Authors: Stephens Gerard Malone
“Don’t look like Mr. Duplak,” Rilla said.
“Looks like it’s a composograph,” said Oak.
“A what?”
Jane returned with a plate of cake slices, the screen door banging after her.
“It’s made up. Papers in the city do it all the time when they don’t have a real picture. They take other pictures, cut pieces of them together and make one that fits the story.”
“Doesn’t seem like that’s right.”
Oak shrugged.
“Well, was he hurt?”
Dom couldn’t say for sure, but the newspaper said the shopkeep had to be taken to a hospital in the city.
While Rilla wasn’t particularly sorry about that, neither did she have a wish for any harm to come to King Duplak and couldn’t understand why this had happened.
“It’s the strikers, ma’am.
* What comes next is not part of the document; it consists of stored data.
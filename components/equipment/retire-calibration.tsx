"use client";

import { useState } from "react";
import { useSWRConfig } from "swr";
import { FormField } from "@/components/ui/form-field";
import { FormMessage } from "@/components/ui/form-message";
import { sendJson } from "@/lib/client/send-json";
import { useApiCall } from "@/lib/client/use-api-call";
import { equipmentSetsKey } from "./equipment-list";

/**
 * Retires a set's calibration with a reason: it is never picked again, and the tendons that stood
 * on it are judged again on the calibration then in force (none: no force from the gauge).
 */
export function RetireCalibration(props: {
  projectId: string;
  setId: string;
  calibrationId: string;
  calibratedOn: string;
}) {
  const { mutate } = useSWRConfig();
  const { message, fields, busy, call } = useApiCall(["reason"]);
  const [reason, setReason] = useState("");
  const id = `retire-${props.calibrationId}`;
  return (
    <details className="mt-2">
      <summary className="btn-quiet w-fit cursor-pointer">Retire this calibration…</summary>
      <form
        className="mt-2 space-y-2"
        aria-label={`Retire the calibration of ${props.calibratedOn}`}
        onSubmit={async (e) => {
          e.preventDefault();
          const result = await call(
            sendJson<{ reevaluated: number }>(
              "POST",
              `/api/projects/${props.projectId}/equipment-sets/${props.setId}/calibrations/${props.calibrationId}/retirement`,
              { reason },
            ),
            (d) => `Retired; ${d.reevaluated} tendon(s) judged again.`,
          );
          if (result.ok) void mutate(equipmentSetsKey(props.projectId));
        }}
      >
        <FormMessage tone={message?.tone ?? "error"}>{message?.text}</FormMessage>
        <FormField
          as="textarea"
          id={`${id}-reason`}
          rows={2}
          label="Why it is retired"
          hint="It will not be used again; the tendons read with it are judged again. Evaluations already stored keep it."
          value={reason}
          onChange={(e) => setReason(e.target.value)}
          error={fields.reason}
        />
        <button type="submit" className="btn-primary" disabled={busy}>
          Retire the calibration of {props.calibratedOn}
        </button>
      </form>
    </details>
  );
}
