import { uuidv7 } from "uuidv7";
import type { RecordPayload } from "@/lib/schemas/record";
import type { DetensionPayload } from "@/lib/schemas/detension";
import type { LiftoffPayload } from "@/lib/schemas/liftoff";
import type { TailCutPayload } from "@/lib/schemas/tail-cut";
import type { OpResult } from "@/lib/schemas/sync";
import type {
  FieldDb,
  LocalDetension,
  LocalLiftoffCheck,
  LocalPhoto,
  LocalRecord,
  LocalVerdict,
  OutboxEntry,
} from "./db";

/**
 * The durable outbox. A record and its operation are written in one IndexedDB transaction, so a
 * record never exists here without the op that will send it. An op leaves the outbox only when
 * the server answers applied or duplicate; conflict and rejected move it to "needs attention",
 * with the server's reason, for a person to deal with.
 */

export class OutboxWriteError extends Error {}

export interface SaveInput {
  payload: RecordPayload;
  recordId: string;
  authorName: string;
  local: LocalVerdict | null;
  photos?: Omit<LocalPhoto, "recordId" | "projectId" | "state" | "uploadedBytes">[];
  now?: Date;
}

/** Saves a new record (revision 1, or a correction naming its base) with its outbox op. */
export async function saveRecord(db: FieldDb, input: SaveInput): Promise<{ recordId: string; opId: string }> {
  const { payload, recordId } = input;
  const opId = crypto.randomUUID();
  const now = (input.now ?? new Date()).toISOString();
  const record: LocalRecord = {
    ...payload,
    id: recordId,
    syncState: "pending",
    authorName: input.authorName,
    savedAt: now,
    local: input.local,
    server: null,
    supersededBy: null,
  };
  const entry: OutboxEntry = {
    opId,
    kind: payload.revision === 1 ? "create" : "revise",
    recordId,
    ...(payload.revision > 1 ? { baseVersion: payload.revision - 1 } : {}),
    payload,
    authorUserId: payload.authorUserId,
    state: "pending",
    createdAt: now,
    attempts: 0,
  };
  await db.transaction("rw", [db.records, db.outbox, db.photos, db.pours], async () => {
    const pour = await db.pours.get(payload.pourId);
    if (pour?.release) {
      throw new OutboxWriteError(
        `${pour.name} was released by ${pour.release.by}: it takes no new record unless the engineer of record reopens it. Nothing was saved.`,
      );
    }
    if (payload.baseRecordId) {
      const base = await db.records.get(payload.baseRecordId);
      if (!base) throw new OutboxWriteError("The record being corrected is not on this tablet.");
      if (base.supersededBy)
        throw new OutboxWriteError("This record was already corrected: correct the newest revision.");
      await db.records.update(base.id, { supersededBy: recordId });
    }
    await db.records.add(record);
    await db.outbox.add(entry);
    for (const photo of input.photos ?? []) {
      await db.photos.add({ ...photo, recordId, projectId: payload.projectId, state: "queued", uploadedBytes: 0 });
    }
  });
  // Read back what was written: a write the browser lost quietly must not look saved.
  const [savedRecord, savedOps] = await Promise.all([
    db.records.get(recordId),
    db.outbox.where("opId").equals(opId).count(),
  ]);
  if (!savedRecord || savedOps !== 1)
    throw new OutboxWriteError("The tablet did not keep the record. Nothing was saved; try again.");
  return { recordId, opId };
}

/** A correction: the next revision of the chain whose newest revision is `head`, with a reason. */
export function correctionOf(
  head: LocalRecord,
  changes: Partial<RecordPayload>,
  reason: string,
  now = new Date(),
): { recordId: string; payload: RecordPayload } {
  const { id, syncState, authorName, savedAt, local, server, supersededBy, ...payload } = head;
  void syncState;
  void authorName;
  void savedAt;
  void local;
  void server;
  void supersededBy;
  return {
    recordId: uuidv7(),
    payload: {
      ...payload,
      ...changes,
      revision: head.revision + 1,
      baseRecordId: id,
      revisionReason: reason,
      deviceTime: now.toISOString(),
    },
  };
}

/** The ops of one person waiting to be pushed, oldest first. */
export async function pendingOps(db: FieldDb, authorUserId: string, limit: number): Promise<OutboxEntry[]> {
  const all = await db.outbox
    .orderBy("seq")
    .filter((e) => e.state === "pending" && e.authorUserId === authorUserId)
    .limit(limit)
    .toArray();
  return all;
}

/** Takes the server's answers into the outbox and the records, in one transaction. */
export async function applyPushResults(
  db: FieldDb,
  results: OpResult[],
): Promise<{ confirmed: number; attention: number }> {
  let confirmed = 0;
  let attention = 0;
  await db.transaction("rw", [db.outbox, db.records, db.tailCuts, db.liftoffChecks, db.detensions], async () => {
    for (const result of results) {
      const entry = await db.outbox.where("opId").equals(result.opId).first();
      if (!entry || entry.state !== "pending") continue;
      if (result.status === "retry-later") {
        // Nothing stored: the op stays pending and goes with the next push.
        await db.outbox.update(entry.seq!, { attempts: entry.attempts + 1, lastError: result.error?.message ?? null });
        continue;
      }
      if (result.status === "applied" || result.status === "duplicate") {
        await db.outbox.delete(entry.seq!);
        if (entry.kind === "tails_cut") {
          await db.tailCuts
            .where("id")
            .equals(entry.recordId)
            .modify({
              syncState: "synced",
              ...(result.tailCut ? { heldReasons: result.tailCut.reasons } : {}),
            });
          confirmed++;
          continue;
        }
        if (entry.kind === "liftoff_check") {
          await db.liftoffChecks.update(entry.recordId, { syncState: "synced", ...(result.liftoffCheck ?? {}) });
          confirmed++;
          continue;
        }
        if (entry.kind === "detension") {
          await db.detensions.update(entry.recordId, { syncState: "synced" });
          confirmed++;
          continue;
        }
        await db.records.update(entry.recordId, {
          syncState: "synced",
          ...(result.evaluation ? { server: result.evaluation } : {}),
        });
        confirmed++;
      } else {
        await db.outbox.update(entry.seq!, {
          state: "attention",
          status: result.status,
          error: result.error ?? {
            code: result.status === "conflict" ? "CONFLICT" : "INVALID_INPUT",
            message: `The server answered ${result.status}.`,
          },
          lastError: result.error?.message ?? null,
        });
        if (entry.kind === "tails_cut")
          await db.tailCuts.where("id").equals(entry.recordId).modify({ syncState: result.status });
        else if (entry.kind === "liftoff_check")
          await db.liftoffChecks.update(entry.recordId, { syncState: result.status });
        else if (entry.kind === "detension") await db.detensions.update(entry.recordId, { syncState: result.status });
        else await db.records.update(entry.recordId, { syncState: result.status });
        attention++;
      }
    }
  });
  return { confirmed, attention };
}

/** Counts that an ongoing error should not hide: note the failure on each pending op. */
export async function notePushFailure(db: FieldDb, seqs: number[], message: string): Promise<void> {
  await db.transaction("rw", db.outbox, async () => {
    for (const seq of seqs) {
      const entry = await db.outbox.get(seq);
      if (entry) await db.outbox.update(seq, { attempts: entry.attempts + 1, lastError: message });
    }
  });
}

export interface OutboxStatus {
  pending: number;
  oldestPendingAt: string | null;
  attention: number;
  photosQueued: number;
}

export async function outboxStatus(db: FieldDb): Promise<OutboxStatus> {
  return db.transaction("r", [db.outbox, db.photos], async () => {
    const pending = await db.outbox.where("state").equals("pending").toArray();
    return {
      pending: pending.length,
      oldestPendingAt: pending.reduce<string | null>(
        (oldest, e) => (!oldest || e.createdAt < oldest ? e.createdAt : oldest),
        null,
      ),
      attention: await db.outbox.where("state").equals("attention").count(),
      photosQueued: await db.photos.where("state").anyOf("queued", "uploading", "failed").count(),
    };
  });
}

/**
 * Sends a refused op again under the same op id (safe: the server never applied it), once a
 * person has dealt with the cause, say by signing in as its author.
 */
export async function requeue(db: FieldDb, opId: string): Promise<void> {
  await db.transaction("rw", [db.outbox, db.records, db.tailCuts, db.liftoffChecks, db.detensions], async () => {
    const entry = await db.outbox.where("opId").equals(opId).first();
    if (entry?.state !== "attention") return;
    await db.outbox.update(entry.seq!, { state: "pending", status: undefined, error: undefined });
    if (entry.kind === "tails_cut")
      await db.tailCuts.where("id").equals(entry.recordId).modify({ syncState: "pending" });
    else if (entry.kind === "liftoff_check") await db.liftoffChecks.update(entry.recordId, { syncState: "pending" });
    else if (entry.kind === "detension") await db.detensions.update(entry.recordId, { syncState: "pending" });
    else await db.records.update(entry.recordId, { syncState: "pending" });
  });
}

export interface TailCutInput {
  projectId: string;
  pourId: string;
  tendonIds: string[];
  authorUserId: string;
  authorName: string;
  now?: Date;
}

/**
 * Records "tails cut" on tendons (one, or every clear tendon of a pour), each with its outbox op,
 * in one transaction. The caller passes only tendons it showed as clear; a tendon already cut
 * here is refused, and a released pour takes cuts (cutting tails is what the release is for).
 */
export async function saveTailCuts(db: FieldDb, input: TailCutInput): Promise<{ opIds: string[] }> {
  if (!input.tendonIds.length) throw new OutboxWriteError("No tendon is clear to cut. Nothing was saved.");
  const cutAt = (input.now ?? new Date()).toISOString();
  const opIds: string[] = [];
  await db.transaction("rw", [db.tailCuts, db.outbox, db.tendons], async () => {
    for (const tendonId of input.tendonIds) {
      const tendon = await db.tendons.get(tendonId);
      if (!tendon || tendon.pourId !== input.pourId)
        throw new OutboxWriteError("A tendon to cut is not in this pour on this tablet. Nothing was saved.");
      if (await db.tailCuts.get(tendonId))
        throw new OutboxWriteError(`The tails of ${tendon.tag} are already recorded as cut. Nothing was saved.`);
      const id = uuidv7();
      const opId = crypto.randomUUID();
      const payload: TailCutPayload = {
        projectId: input.projectId,
        pourId: input.pourId,
        tendonId,
        cutAt,
        authorUserId: input.authorUserId,
      };
      await db.tailCuts.add({
        id,
        projectId: input.projectId,
        pourId: input.pourId,
        tendonId,
        cutAt,
        cutByName: input.authorName,
        heldReasons: [],
        syncState: "pending",
      });
      await db.outbox.add({
        opId,
        kind: "tails_cut",
        recordId: id,
        payload,
        authorUserId: input.authorUserId,
        state: "pending",
        createdAt: cutAt,
        attempts: 0,
      });
      opIds.push(opId);
    }
  });
  const saved = await db.outbox.where("opId").anyOf(opIds).count();
  if (saved !== opIds.length)
    throw new OutboxWriteError("The tablet did not keep the tails cut. Nothing was saved; try again.");
  return { opIds };
}

export interface LiftoffCheckInput {
  payload: LiftoffPayload;
  /** The pressure read into MPa on the tablet, for showing until the server answers. */
  pressureMPa: number;
  authorName: string;
}

/**
 * Records a lift-off check with its outbox op (kind liftoff_check) in one transaction. The caller
 * has read the pressure and checked it against the set's calibrated range; the server judges it.
 */
export async function saveLiftoffCheck(
  db: FieldDb,
  input: LiftoffCheckInput,
): Promise<{ checkId: string; opId: string }> {
  const { payload } = input;
  const checkId = uuidv7();
  const opId = crypto.randomUUID();
  await db.transaction("rw", [db.liftoffChecks, db.outbox, db.tendons], async () => {
    const tendon = await db.tendons.get(payload.tendonId);
    if (!tendon || tendon.pourId !== payload.pourId)
      throw new OutboxWriteError("The tendon is not in this pour on this tablet. Nothing was saved.");
    const check: LocalLiftoffCheck = {
      id: checkId,
      projectId: payload.projectId,
      pourId: payload.pourId,
      tendonId: payload.tendonId,
      dispositionId: payload.dispositionId,
      tendonEnd: payload.tendonEnd,
      equipmentSetId: payload.equipmentSetId,
      pressureMPa: input.pressureMPa,
      entered: { pressure: payload.pressure, unit: payload.pressureUnit },
      checkedAt: payload.checkedAt,
      checkedByName: input.authorName,
      syncState: "pending",
    };
    await db.liftoffChecks.add(check);
    await db.outbox.add({
      opId,
      kind: "liftoff_check",
      recordId: checkId,
      payload,
      authorUserId: payload.authorUserId,
      state: "pending",
      createdAt: payload.checkedAt,
      attempts: 0,
    });
  });
  if (!(await db.outbox.where("opId").equals(opId).count()))
    throw new OutboxWriteError("The tablet did not keep the lift-off check. Nothing was saved; try again.");
  return { checkId, opId };
}

export interface DetensionInput {
  payload: DetensionPayload;
  /** The pressure at release read into MPa on the tablet, null when none was read. */
  releasePressureMPa: number | null;
  authorName: string;
}

/**
 * Records a detension with its outbox op (kind detension) in one transaction. The caller has
 * checked the form; the server checks again that the engineer ordered it.
 */
export async function saveDetension(
  db: FieldDb,
  input: DetensionInput,
): Promise<{ detensionId: string; opId: string }> {
  const { payload } = input;
  const detensionId = uuidv7();
  const opId = crypto.randomUUID();
  await db.transaction("rw", [db.detensions, db.outbox, db.tendons], async () => {
    const tendon = await db.tendons.get(payload.tendonId);
    if (!tendon || tendon.pourId !== payload.pourId)
      throw new OutboxWriteError("The tendon is not in this pour on this tablet. Nothing was saved.");
    const detension: LocalDetension = {
      id: detensionId,
      projectId: payload.projectId,
      pourId: payload.pourId,
      tendonId: payload.tendonId,
      dispositionId: payload.dispositionId,
      detensionedAt: payload.detensionedAt,
      operatorName: payload.operatorName,
      equipmentSetId: payload.equipmentSetId,
      entered: payload.pressure ? { pressure: payload.pressure, unit: payload.pressureUnit } : null,
      releasePressureMPa: input.releasePressureMPa,
      strandsDetensioned: payload.strandsDetensioned,
      remarks: payload.remarks || null,
      recordedByName: input.authorName,
      syncState: "pending",
    };
    await db.detensions.add(detension);
    await db.outbox.add({
      opId,
      kind: "detension",
      recordId: detensionId,
      payload,
      authorUserId: payload.authorUserId,
      state: "pending",
      createdAt: new Date().toISOString(),
      attempts: 0,
    });
  });
  if (!(await db.outbox.where("opId").equals(opId).count()))
    throw new OutboxWriteError("The tablet did not keep the detension. Nothing was saved; try again.");
  return { detensionId, opId };
}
Folks have been saying for years that Mr. Duplak sets his prices by what the Corporation tells him, and now with people having a hard time making ends meet, it was bound to happen. Especially now. Rumour is, they’re going to truck in even more scabs and get the foundry up to full production.”
No one was eating Jane’s cake.
“What? What’s wrong?” asked Dom.
“Gil’s—”
“Shut up!” said Jane and she slapped Elva on the wrist.
“Well?”
Big long pause.
“I’m working at the foundry, Dom,” Gil said.
“Jesus Christ! Are you nuts?”
While everyone else thought so, no one said.
“But why?”
“Money, what else?”
“Gil, they’re going after anyone they even think is doing it. I came here to tell you to stay away from town, don’t even go past the ponds. It’s not safe.”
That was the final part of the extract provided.